Kristoffer G. van der Zee. School of Mathematical Sciences University of Nottingham, UK. Personal website
Title: Phase-field tumour growth: Modelling, analysis and simulation
Abstract: In this lecture, I will consider nonlinear PDE systems relevant to the growth of cancerous tumours, which can be classified as phase-field models (also called diffuse-interface models). While some phase-field models are very classical, having their origins in material science (i.e., the Cahn-Hilliard equation and Allen-Cahn equation), they are an emerging paradigm for evolving-interface problems in the biological sciences. The key idea in phase-field models is that interfaces have a finite thickness (so-called diffuse interfaces), and are implicitly captured by the phase field, in contrast to sharp-interface models (e.g., moving-boundary problems).

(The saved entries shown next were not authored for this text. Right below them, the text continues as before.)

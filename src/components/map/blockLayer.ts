import { layerGroup, polygon, type LatLngTuple, type LayerGroup, type Map as LeafletMap, type Renderer } from 'leaflet'
import { handleMarker } from './handleMarker.ts'
import { polygonsOf, toLatLng } from './leafletGeometry.ts'
import { areMany } from './manyBlocks.ts'
import { hatchesOf } from './hatches.ts'
import { createManyLayer } from './manyLayer.ts'
import type { MapBlock } from '../../composables/map/mapTypes.ts'
import type { MapMarks } from '../../composables/map/useMapMarks.ts'

/** Handles on more corners than this would hide the outline. */
const MOST_HANDLES = 60

/** The outlines of the blocks: casing, ground and line; the chosen one last and heavier. */
export interface BlockLayer {
  show(blocks: readonly MapBlock[], chosenId: string | null, marks: MapMarks): void
  /** Whether pictures of the ground lie under the blocks and are to be seen through them. */
  setImagery(isThere: boolean): void
}

/**
 * Adds the layer of blocks to a map.
 * @param onChoose called with a block's id when it is clicked or tapped.
 */
export function createBlockLayer(map: LeafletMap, renderer: Renderer, onChoose: (id: string) => void): BlockLayer {
  const group = layerGroup().addTo(map)
  const many = createManyLayer(map, onChoose)
  return {
    setImagery: many.setImagery,
    show(blocks, chosenId, marks) {
      group.clearLayers()
      if (areMany(blocks)) {
        many.show(blocks, marks)
        for (const block of blocks) if (block.id === chosenId) addBlock(group, renderer, { block, isChosen: true, marks }).on('click', () => onChoose(block.id))
        return
      }
      many.clear()
      const chosenLast = [...blocks].sort((a, b) => Number(a.id === chosenId) - Number(b.id === chosenId))
      for (const block of chosenLast) {
        addBlock(group, renderer, { block, isChosen: block.id === chosenId, marks }).on('click', () => onChoose(block.id))
      }
    },
  }
}

function addBlock(group: LayerGroup, renderer: Renderer, { block, isChosen, marks }: { block: MapBlock; isChosen: boolean; marks: MapMarks }) {
  const rings: LatLngTuple[][][] = polygonsOf(block.geometry).map((polygonRings) =>
    polygonRings.map((ring) => ring.map(toLatLng)),
  )
  const chosen = isChosen ? ' is-chosen' : ''
  const common = { renderer, smoothFactor: 0.2, bubblingMouseEvents: false }
  group.addLayer(polygon(rings, { ...common, className: `map-case${chosen}`, interactive: false, fill: false }))
  const line = polygon(rings, { ...common, className: `map-block${block.isComing === true ? ' is-coming' : ''}${chosen}`, fill: true })
  group.addLayer(line)
  addMarks(group, renderer, { block, rings, marks })
  if (isChosen) addHandles(group, rings)
  return line
}

/** The hatches of the last days' work and of holds over the ground, and the line inside an outline that is not certified. */
function addMarks(group: LayerGroup, renderer: Renderer, { block, rings, marks }: { block: MapBlock; rings: LatLngTuple[][][]; marks: MapMarks }): void {
  const common = { renderer, smoothFactor: 0.2, interactive: false }
  for (const hatch of hatchesOf(block.id, marks)) {
    group.addLayer(polygon(rings, { ...common, className: 'map-hatch', stroke: false, fillColor: `url(#map-${hatch})`, fillOpacity: 1 }))
  }
  const inner = marks.inner.get(block.id)
  if (inner === undefined) return
  const lines = polygonsOf(inner.line).map((polygonRings) => polygonRings.map((ring) => ring.map(toLatLng)))
  group.addLayer(polygon(lines, { ...common, className: `map-inner is-${inner.status}`, fill: false }))
}

function addHandles(group: LayerGroup, rings: LatLngTuple[][][]): void {
  const corners = rings.flat().flatMap((ring) => ring.slice(0, -1))
  if (corners.length > MOST_HANDLES) return
  for (const corner of corners) group.addLayer(handleMarker(corner, 'map-handle'))
}
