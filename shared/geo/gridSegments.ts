/** Four whole numbers of two ends in grid units. */
export interface Segment { ax: number; ay: number; bx: number; by: number }

/** Which side of a→b the point lies: above 0 left, below 0 right, 0 on the line. Exact for ends within 6 degrees. */
export function sideOf({ ax, ay, bx, by }: Segment, px: number, py: number): number {
  return Math.sign((bx - ax) * (py - ay) - (by - ay) * (px - ax))
}

/** True where the inner parts of two segments cross in one point. */
export function crossesProperly(s: Segment, t: Segment): boolean {
  const a = sideOf(s, t.ax, t.ay)
  const b = sideOf(s, t.bx, t.by)
  if (a * b >= 0) return false
  return sideOf(t, s.ax, s.ay) * sideOf(t, s.bx, s.by) < 0
}

/** A point two segments share, in grid units, or null where they share none; for an overlap along a line, its lowest end. */
export function sharedPoint(s: Segment, t: Segment): readonly [number, number] | null {
  if (crossesProperly(s, t)) {
    const along = (t.bx - t.ax) * (t.ay - s.ay) - (t.by - t.ay) * (t.ax - s.ax)
    const fraction = along / ((t.bx - t.ax) * (s.by - s.ay) - (t.by - t.ay) * (s.bx - s.ax))
    return [s.ax + fraction * (s.bx - s.ax), s.ay + fraction * (s.by - s.ay)]
  }
  const touches: (readonly [number, number])[] = []
  if (isOn(s, t.ax, t.ay)) touches.push([t.ax, t.ay])
  if (isOn(s, t.bx, t.by)) touches.push([t.bx, t.by])
  if (isOn(t, s.ax, s.ay)) touches.push([s.ax, s.ay])
  if (isOn(t, s.bx, s.by)) touches.push([s.bx, s.by])
  return touches.sort((p, q) => p[0] - q[0] || p[1] - q[1])[0] ?? null
}

function isOn(s: Segment, px: number, py: number): boolean {
  return (
    px >= Math.min(s.ax, s.bx) && px <= Math.max(s.ax, s.bx) && py >= Math.min(s.ay, s.by) && py <= Math.max(s.ay, s.by) &&
    sideOf(s, px, py) === 0
  )
}
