import { assertNodeVersion } from './lib/nodeVersion.mjs'

assertNodeVersion()
const { runMain } = await import('./lib/runMain.mjs')
const { parseTestArguments } = await import('./lib/testArguments.mjs')
const { runTests } = await import('./lib/runTests.mjs')

await runMain((lifecycle) => runTests({ lifecycle, wish: parseTestArguments(process.argv.slice(2)) }))
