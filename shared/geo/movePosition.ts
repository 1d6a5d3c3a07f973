import { metresPerDegree } from './ellipsoid.ts'
import type { Position } from './geometryTypes.ts'

/** Nearer to a pole a metre east means nothing. */
const MOST_LATITUDE = 89

/**
 * A position moved by metres east and north, along the ellipsoid's own radii there: for the short steps of a cross.
 * @returns [lon, lat] in degrees; latitude stays within 89 either way.
 */
export function movePosition([lon, lat]: Position, eastM: number, northM: number): Position {
  const { east, north } = metresPerDegree(lat)
  return [lon + eastM / east, Math.min(MOST_LATITUDE, Math.max(-MOST_LATITUDE, lat + northM / north))]
}
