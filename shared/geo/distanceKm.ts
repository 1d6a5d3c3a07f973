import { distance } from '@turf/turf'
import type { Boundary, Position } from './geometryTypes.ts'
import { middleOf } from './middleOf.ts'

/**
 * Kilometres between the middles of two boundaries, or points, along the great circle of the mean sphere (within 0.6 %).
 */
export function distanceKm(a: Boundary | Position, b: Boundary | Position): number {
  return distance(toPoint(a), toPoint(b), { units: 'kilometers' })
}

const toPoint = (place: Boundary | Position): Position => (Array.isArray(place) ? place : middleOf(place))
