import { metresPerDegree } from './ellipsoid.ts'
import { GRID_PER_DEGREE } from './gridRing.ts'
import type { GridPoint } from './gridPoints.ts'

/** Metres a grid unit is wide and high about a latitude. */
export interface GridScale { east: number; north: number }

/** What a grid unit of 1e-7 degrees measures about a point: good for lengths within a farm. */
export function gridScaleAt([, y]: GridPoint): GridScale {
  const metres = metresPerDegree(y / GRID_PER_DEGREE)
  return { east: metres.east / GRID_PER_DEGREE, north: metres.north / GRID_PER_DEGREE }
}

/** Metres between two grid points of one farm. */
export function gridDistanceM(a: GridPoint, b: GridPoint, scale: GridScale): number {
  return Math.hypot((a[0] - b[0]) * scale.east, (a[1] - b[1]) * scale.north)
}

/** Where a point comes nearest to the segment a–b: its place along it (0 to 1) and how far off it is, metres. */
export function placeAlong(a: GridPoint, b: GridPoint, point: GridPoint, scale: GridScale): { along: number; offM: number } {
  const [dx, dy] = [(b[0] - a[0]) * scale.east, (b[1] - a[1]) * scale.north]
  const [px, py] = [(point[0] - a[0]) * scale.east, (point[1] - a[1]) * scale.north]
  const lengthSquared = dx * dx + dy * dy
  const along = lengthSquared === 0 ? 0 : Math.min(1, Math.max(0, (px * dx + py * dy) / lengthSquared))
  return { along, offM: Math.hypot(px - along * dx, py - along * dy) }
}
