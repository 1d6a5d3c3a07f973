import { convertQuantity } from '../units/convertQuantity.ts'
import { decimalTextOf } from '../units/decimalTextOf.ts'
import type { UnitSystem } from '../units/readingUnit.ts'
import type { UnitCode } from '../units/unitTable.ts'
import { niceScaleBar } from './projectToPlan.ts'

/** How long a bar is, metres, and the round figure that stands at its end. */
export interface ScaleBar { metres: number; value: number; unit: UnitCode }

const BAR_UNITS = { metric: ['m', 'km'], us: ['ft', 'mi'] } as const satisfies Record<UnitSystem, readonly [UnitCode, UnitCode]>

/**
 * The longest round bar that fits into a length, in metres or kilometres, or in feet or miles once there is room for one.
 * @param roomM metres, above 0. @throws {RangeError} if there is no room.
 */
export function scaleBar(roomM: number, system: UnitSystem): ScaleBar {
  const [near, far] = BAR_UNITS[system]
  const inUnit = (unit: UnitCode): number => Number(convertQuantity({ value: decimalTextOf(roomM), unit: 'm' }, unit))
  const unit = inUnit(far) >= 1 ? far : near
  const value = niceScaleBar(inUnit(unit))
  return { value, unit, metres: Number(convertQuantity({ value: decimalTextOf(value), unit }, 'm')) }
}
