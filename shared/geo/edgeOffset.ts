import { fromGridPoint, type GridPoint } from './gridPoints.ts'
import { GRID_PER_DEGREE } from './gridRing.ts'
import { greatCircle } from './greatCircle.ts'
import { gridScaleAt } from './localPlane.ts'

/**
 * How far a point lies off the edge from a to b as it is measured (along the great circle, not the straight line of the drawing),
 * in grid units of the axis across the edge; above 0 to the left of a→b. For points beside the edge, between its ends.
 */
export function offsetFromEdge(a: GridPoint, b: GridPoint, point: GridPoint): number {
  const [dx, dy] = [b[0] - a[0], b[1] - a[1]]
  const isFlat = Math.abs(dx) >= Math.abs(dy)
  const along = isFlat ? (point[0] - a[0]) / dx : (point[1] - a[1]) / dy
  const circle = greatCircle(fromGridPoint(a), fromGridPoint(b))
  // At the same fraction of the angle the circle's own place along differs by far less than a unit.
  const [lon, lat] = circle.at(along)
  const [x, y] = [lon * GRID_PER_DEGREE, lat * GRID_PER_DEGREE]
  // The way along the edge from that place to the point is straight over so short a piece.
  if (isFlat) return (point[1] - y - ((point[0] - x) * dy) / dx) * Math.sign(dx)
  return -(point[0] - x - ((point[1] - y) * dx) / dy) * Math.sign(dy)
}

/** What the ground right of the edge a→b gains, square metres, when a corner is set on it at a point beside it. */
export function edgeChangeM2(a: GridPoint, b: GridPoint, point: GridPoint): number {
  const scale = gridScaleAt(a)
  const length = Math.max(Math.abs(b[0] - a[0]), Math.abs(b[1] - a[1]))
  return (offsetFromEdge(a, b, point) * length * scale.east * scale.north) / 2
}
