import { assertNodeVersion } from './lib/nodeVersion.mjs'

assertNodeVersion()
const { runMain } = await import('./lib/runMain.mjs')
const { startDevelopment } = await import('./lib/startDevelopment.mjs')

await runMain((lifecycle) => startDevelopment({ lifecycle }), { interruptCode: 0 })
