import { metresPerDegree } from './ellipsoid.ts'
import type { Position } from './geometryTypes.ts'

/**
 * Length of a line on the WGS84 ellipsoid, metres, unrounded; within 1 part in 100 000 of the geodesic answer for pieces under 2 km.
 * @source radii of curvature at the middle latitude of each piece, see `metresPerDegree`.
 */
export function lineLengthM(line: readonly Position[]): number {
  let length = 0
  for (let index = 1; index < line.length; index += 1) {
    const [lonA = 0, latA = 0] = line[index - 1] ?? []
    const [lonB = 0, latB = 0] = line[index] ?? []
    const metres = metresPerDegree((latA + latB) / 2)
    length += Math.hypot((lonB - lonA) * metres.east, (latB - latA) * metres.north)
  }
  return length
}
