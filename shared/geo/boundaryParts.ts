import type { Boundary, Ring } from './geometryTypes.ts'

/** The polygons of a boundary, each its outer ring and its holes. */
export function boundaryParts(geometry: Boundary): Ring[][] {
  return geometry.type === 'Polygon' ? [geometry.coordinates] : geometry.coordinates
}
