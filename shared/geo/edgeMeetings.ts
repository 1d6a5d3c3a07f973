import { boundaryParts } from './boundaryParts.ts'
import type { Boundary } from './geometryTypes.ts'

/** Two outlines whose edges meet more often than this are not clipped: the work grows with the square of it. */
export const MOST_MEETINGS = 10_000

type EdgeBox = readonly [west: number, south: number, east: number, north: number]

/**
 * Whether two boundaries are too finely laced to be clipped against each other in good time: their edges' boxes meet more
 * than `MOST_MEETINGS` times. Outlines of land meet a few hundred times at most.
 */
export function areTooFine(a: Boundary, b: Boundary): boolean {
  const others = edgeBoxes(b)
  let meetings = 0
  for (const [west, south, east, north] of edgeBoxes(a)) {
    for (const other of others) {
      if (west <= other[2] && other[0] <= east && south <= other[3] && other[1] <= north) meetings += 1
    }
    if (meetings > MOST_MEETINGS) return true
  }
  return false
}

function edgeBoxes(boundary: Boundary): EdgeBox[] {
  return boundaryParts(boundary).flatMap((rings) => rings).flatMap((ring) =>
    ring.slice(1).map(([lon, lat], index): EdgeBox => {
      const [fromLon, fromLat] = ring[index] ?? [lon, lat]
      return [Math.min(lon, fromLon), Math.min(lat, fromLat), Math.max(lon, fromLon), Math.max(lat, fromLat)]
    }),
  )
}
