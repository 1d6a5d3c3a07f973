import type { UseQueryReturnType } from '@tanstack/vue-query'
import type { MaybeRefOrGetter } from 'vue'
import type { Person } from '../../../shared/contract/person.ts'
import { peopleApi } from '../../api/peopleApi.ts'
import { useSession } from '../../stores/session.ts'
import { useFarmRead } from '../farm/useFarmRead.ts'

/** All people of a farm; a certifier may not read them and does not ask. */
export function usePeople(farmId: MaybeRefOrGetter<string>): UseQueryReturnType<Person[], Error> {
  const session = useSession()
  return useFarmRead('people', farmId, (id) => peopleApi.list(id), () => session.isOfFarm)
}
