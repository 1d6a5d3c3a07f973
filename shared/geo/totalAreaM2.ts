/** The area of several blocks together, square metres, unrounded; 0 for none. */
export function totalAreaM2(blocks: readonly { areaM2: number }[]): number {
  return blocks.reduce((sum, { areaM2 }) => sum + areaM2, 0)
}
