import { metresPerDegree } from './ellipsoid.ts'
import { GRID_PER_DEGREE, type GridRing } from './gridRing.ts'

/** The arms of a spike lie closer than this, metres: about two units of the coordinates kept. */
const SPIKE_WIDTH_M = 0.02
/** Shorter arms are the jitter of a receiver, not a spike, unless they lie exactly on each other. */
const SPIKE_LENGTH_M = 0.5

/**
 * The point, in grid units, where a ring runs out and straight back on itself; of several the westernmost, then southernmost.
 */
export function findSpike({ x, y }: GridRing): { x: number; y: number } | null {
  const metres = metresPerDegree((y[0] ?? 0) / GRID_PER_DEGREE)
  const count = x.length
  let best: { x: number; y: number } | null = null
  for (let index = 0; index < count; index += 1) {
    const tipX = x[index] ?? 0
    const tipY = y[index] ?? 0
    const before = (index + count - 1) % count
    const after = (index + 1) % count
    const a: Arm = [(x[before] ?? 0) - tipX, (y[before] ?? 0) - tipY]
    const b: Arm = [(x[after] ?? 0) - tipX, (y[after] ?? 0) - tipY]
    if (!isSpike(a, b, metres)) continue
    if (best === null || tipX < best.x || (tipX === best.x && tipY < best.y)) best = { x: tipX, y: tipY }
  }
  return best
}

type Arm = readonly [number, number]

function isSpike(a: Arm, b: Arm, metres: { north: number; east: number }): boolean {
  if (a[0] * b[0] + a[1] * b[1] <= 0) return false
  if (a[0] * b[1] - a[1] * b[0] === 0) return true
  const [ax, ay] = [(a[0] * metres.east) / GRID_PER_DEGREE, (a[1] * metres.north) / GRID_PER_DEGREE]
  const [bx, by] = [(b[0] * metres.east) / GRID_PER_DEGREE, (b[1] * metres.north) / GRID_PER_DEGREE]
  const lengths = [Math.hypot(ax, ay), Math.hypot(bx, by)]
  const width = Math.abs(ax * by - ay * bx) / Math.max(...lengths)
  return Math.min(...lengths) > SPIKE_LENGTH_M && width < SPIKE_WIDTH_M
}
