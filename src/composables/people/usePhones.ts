import { computed, type ComputedRef } from 'vue'
import { useI18n } from 'vue-i18n'
import { civilDateIn } from '../../../shared/time/civilDate.ts'
import { phoneApi } from '../../api/phoneApi.ts'
import { useSession } from '../../stores/session.ts'
import type { SeenLine } from './seenLine.ts'
import { useFarm } from '../farm/useFarm.ts'
import { useFarmRead } from '../farm/useFarmRead.ts'
import { useFigures } from '../app/useFigures.ts'
import { useSubmit } from '../form/useSubmit.ts'
import { useTask, type Task } from '../form/useTask.ts'

/** The farm's shared phones in words, and taking one away; who does not lead the farm does not ask for them. */
export function usePhones(): { lines: ComputedRef<SeenLine[] | undefined>; isError: ComputedRef<boolean>; refetch: () => unknown; revoke: Task<[string], unknown> } {
  const { t } = useI18n()
  const session = useSession()
  const farm = useFarm(() => session.farmId)
  const { day } = useFigures()
  const { submit } = useSubmit()
  const query = useFarmRead('shared-phones', () => session.farmId, (id) => phoneApi.list(id), () => session.canManage)
  const dayOf = (instant: string): string => day(civilDateIn(farm.data.value?.zone ?? 'UTC', instant))
  return {
    lines: computed(() => query.data.value?.map(({ id, name, enrolledBy, enrolledAt, lastUsedAt, revokedAt }) => ({
      id, name, about: name, first: t('people.phones.by', { day: dayOf(enrolledAt), name: enrolledBy }),
      last: lastUsedAt === null ? t('people.phones.never') : dayOf(lastUsedAt),
      note: revokedAt === null ? '' : t('people.phones.revoked', { day: dayOf(revokedAt) }),
    }))),
    isError: computed(() => query.isError.value),
    refetch: () => query.refetch(),
    revoke: useTask((id: string) => submit({ kind: 'phone.revoke', farmId: session.farmId, id, body: {} })),
  }
}
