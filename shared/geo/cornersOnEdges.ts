import { bumpEdge } from './bumpEdge.ts'
import { edgeChangeM2, offsetFromEdge } from './edgeOffset.ts'
import type { GridPoint } from './gridPoints.ts'
import { gridScaleAt } from './localPlane.ts'

/** An edge that gets a new corner near a point; `more` where another one follows on it. */
export interface EdgeToCut { a: GridPoint; b: GridPoint; near: GridPoint; more: boolean }
/** The new corner, and those beside it that make up for what it adds or takes, in the order of the edge. */
export interface NewCorner { before: GridPoint[]; at: GridPoint; after: GridPoint[] }

/** Grid units to either side that a corner may move along its edge: about a decimetre. */
const REACH = 10

interface Candidate { at: GridPoint; areaM2: number }

/**
 * Corners on edges so that the ground on both sides of them stays what it was: coordinates are kept to 1e-7 degrees, and a corner
 * half a centimetre off an edge of 100 m would add or take 0.25 m². Each corner is sought within a decimetre, and those of several
 * edges so that what they add and take makes up for one another; what is then still too much is made up for by a corner or two more
 * on the same edge, within a grid unit of it.
 * @param edges of one outline, each edge once. @param toleranceM2 what may stay, square metres.
 */
export function setCorners(edges: readonly EdgeToCut[], toleranceM2: number): NewCorner[] {
  const chosen = choosePairs(edges.map(candidatesOf), toleranceM2)
  const sumM2 = chosen.reduce((total, { areaM2 }) => total + areaM2, 0)
  const isEnough = Math.abs(sumM2) <= toleranceM2
  return edges.map((edge, index): NewCorner => {
    const { at, areaM2 } = chosen[index] ?? { at: edge.near, areaM2: 0 }
    return isEnough ? { before: [], at, after: [] } : makeUpFor(edge, at, areaM2)
  })
}

function choosePairs(choices: readonly Candidate[][], toleranceM2: number): Candidate[] {
  const chosen = choices.map((list) => best(list, 0))
  const sum = (): number => chosen.reduce((total, { areaM2 }) => total + areaM2, 0)
  const last = chosen.length - 1
  for (let other = 0; other < last && Math.abs(sum()) > toleranceM2; other += 1) {
    const restM2 = sum() - (chosen[other]?.areaM2 ?? 0) - (chosen[last]?.areaM2 ?? 0)
    const pairs = (choices[other] ?? []).map((first) => {
      const second = best(choices[last] ?? [], restM2 + first.areaM2)
      return { first, second, leftM2: Math.abs(restM2 + first.areaM2 + second.areaM2) }
    })
    const pair = pairs.reduce((least, each) => (each.leftM2 < least.leftM2 ? each : least))
    chosen[other] = pair.first
    chosen[last] = pair.second
  }
  return chosen
}

/** A corner with others on the longer side of its edge; before it where more corners follow. */
function makeUpFor({ a, b, more }: EdgeToCut, at: GridPoint, areaM2: number): NewCorner {
  const scale = gridScaleAt(a)
  const unitM2 = scale.east * scale.north
  const isBefore = more || lengthOf(a, at) > lengthOf(at, b)
  return isBefore ? { before: bumpEdge(a, at, -areaM2, unitM2), at, after: [] } : { before: [], at, after: bumpEdge(at, b, -areaM2, unitM2) }
}

const lengthOf = (a: GridPoint, b: GridPoint): number => Math.max(Math.abs(b[0] - a[0]), Math.abs(b[1] - a[1]))

/** The candidate that leaves the least beside what is there already; of equals the first. */
function best(candidates: readonly Candidate[], restM2: number): Candidate {
  return candidates.reduce((least, each) => (Math.abs(restM2 + each.areaM2) < Math.abs(restM2 + least.areaM2) ? each : least))
}

/** Grid points beside an edge near a place on it, nearest first, with what each changes. */
function candidatesOf({ a, b, near }: EdgeToCut): Candidate[] {
  const isFlat = Math.abs(b[0] - a[0]) >= Math.abs(b[1] - a[1])
  const [start, end, middle] = isFlat ? [a[0], b[0], near[0]] : [a[1], b[1], near[1]]
  const candidates: Candidate[] = []
  for (let step = 0; step <= 2 * REACH; step += 1) {
    const along = Math.round(middle) + (step % 2 === 0 ? step / 2 : -(step + 1) / 2)
    if (along <= Math.min(start, end) || along >= Math.max(start, end)) continue
    for (const at of rowsAt(a, b, along, isFlat)) candidates.push({ at, areaM2: edgeChangeM2(a, b, at) })
  }
  return candidates.length > 0 ? candidates : [{ at: [Math.round(near[0]), Math.round(near[1])], areaM2: 0 }]
}

/** The two grid points on either side of the edge at a place along it. */
function rowsAt(a: GridPoint, b: GridPoint, along: number, isFlat: boolean): GridPoint[] {
  const share = isFlat ? (along - a[0]) / (b[0] - a[0]) : (along - a[1]) / (b[1] - a[1])
  const row = Math.round(isFlat ? a[1] + share * (b[1] - a[1]) : a[0] + share * (b[0] - a[0]))
  const guess: GridPoint = isFlat ? [along, row] : [row, along]
  const off = offsetFromEdge(a, b, guess) * (isFlat ? Math.sign(b[0] - a[0]) : -Math.sign(b[1] - a[1]))
  const exact = row - off
  return [Math.floor(exact), Math.ceil(exact)].map((across): GridPoint => (isFlat ? [along, across] : [across, along]))
}
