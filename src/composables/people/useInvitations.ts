import type { UseQueryReturnType } from '@tanstack/vue-query'
import type { MaybeRefOrGetter } from 'vue'
import type { Invitation } from '../../../shared/contract/invitation.ts'
import { letterApi } from '../../api/letterApi.ts'
import { useSession } from '../../stores/session.ts'
import { useFarmRead } from '../farm/useFarmRead.ts'

/** The invitations of a farm that wait; its owner alone asks for them. */
export function useInvitations(farmId: MaybeRefOrGetter<string>): UseQueryReturnType<Invitation[], Error> {
  const session = useSession()
  return useFarmRead('invitations', farmId, (id) => letterApi.invitations(id), () => session.role === 'owner')
}
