import { bbox, feature, featureCollection, intersect } from '@turf/turf'
import { asBoundary } from './asBoundary.ts'
import { areTooFine } from './edgeMeetings.ts'
import type { Boundary } from './geometryTypes.ts'
import { measurePolygon } from './measurePolygon.ts'

export interface NamedBoundary { id: string; code: string; geometry: Boundary }

export interface Overlap {
  id: string
  code: string
  /** Shared ground, square metres. */
  areaM2: number
  /** Shared ground over the smaller of the two, 0 to 1; over 0.05 is worth a question. */
  share: number
}

/** Shared ground below this is the sliver of a common edge. */
const SLIVER_M2 = 1

/** What a boundary has in common with others. */
export interface SharedGround {
  /** Those that share more than 1 m² with it, largest shared ground first. */
  overlaps: Overlap[]
  /** Those whose shared ground cannot be worked out in good time; see `areTooFine`. */
  tooFine: NamedBoundary[]
}

/** The ground that a valid boundary shares with others, each compared once. */
export function findOverlaps(geometry: Boundary, others: readonly NamedBoundary[]): SharedGround {
  const near = others.filter((other) => doBoxesMeet(geometry, other.geometry))
  const tooFine = near.filter((other) => areTooFine(geometry, other.geometry))
  const ownM2 = measurePolygon(geometry).areaM2
  const overlaps = near
    .filter((other) => !tooFine.includes(other))
    .map((other) => ({ other, areaM2: sharedM2(geometry, other.geometry) }))
    .filter(({ areaM2 }) => areaM2 > SLIVER_M2)
    .map(({ other, areaM2 }) => {
      const smallerM2 = Math.min(ownM2, measurePolygon(other.geometry).areaM2)
      return { id: other.id, code: other.code, areaM2, share: Math.min(1, areaM2 / smallerM2) }
    })
    .sort((a, b) => b.areaM2 - a.areaM2 || (a.id < b.id ? -1 : 1))
  return { overlaps, tooFine }
}

/** Ground that two valid boundaries share, square metres on the ellipsoid; 0 where they only touch. Not for those that `areTooFine`. */
export function sharedM2(a: Boundary, b: Boundary): number {
  const shared = intersect(featureCollection([feature(a), feature(b)]))
  return shared === null ? 0 : measurePolygon(asBoundary(shared.geometry)).areaM2
}

function doBoxesMeet(a: Boundary, b: Boundary): boolean {
  const [westA, southA, eastA, northA] = bbox(a)
  const [westB, southB, eastB, northB] = bbox(b)
  return westA <= eastB && westB <= eastA && southA <= northB && southB <= northA
}
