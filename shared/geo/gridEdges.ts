import type { GridRing } from './gridRing.ts'
import type { Segment } from './gridSegments.ts'

/** Edges of a ring in flat arrays, for loops over millions of pairs: edge i runs from point i to the next. */
export interface GridEdges {
  segments: Segment[]
  west: Float64Array
  east: Float64Array
  south: Float64Array
  north: Float64Array
}

/** The edges of a ring with their spans, grid units. */
export function toGridEdges({ x, y }: GridRing): GridEdges {
  const segments = x.map((ax, index): Segment => {
    const next = (index + 1) % x.length
    return { ax, ay: y[index] ?? 0, bx: x[next] ?? 0, by: y[next] ?? 0 }
  })
  return {
    segments,
    west: Float64Array.from(segments, ({ ax, bx }) => Math.min(ax, bx)),
    east: Float64Array.from(segments, ({ ax, bx }) => Math.max(ax, bx)),
    south: Float64Array.from(segments, ({ ay, by }) => Math.min(ay, by)),
    north: Float64Array.from(segments, ({ ay, by }) => Math.max(ay, by)),
  }
}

I will focus on an elementary phase-field tumour-growth model consisting of a higher-order, singularly-perturbed, semi-linear parabolic PDE coupled to a reaction-diffusion PDE (for tumour and nutrient concentration, respectively). For this system, I will discuss its underlying gradient-flow structure, thermo-mechanical foundations, and sharp-interface limit. Numerical examples will be presented based on special energy-stable time-stepping schemes, which mimic the gradient-flow structure at the discrete level. Recent extensions to phase-field models involving the growth of blood vessels (tumour angiogenesis) will also be discussed.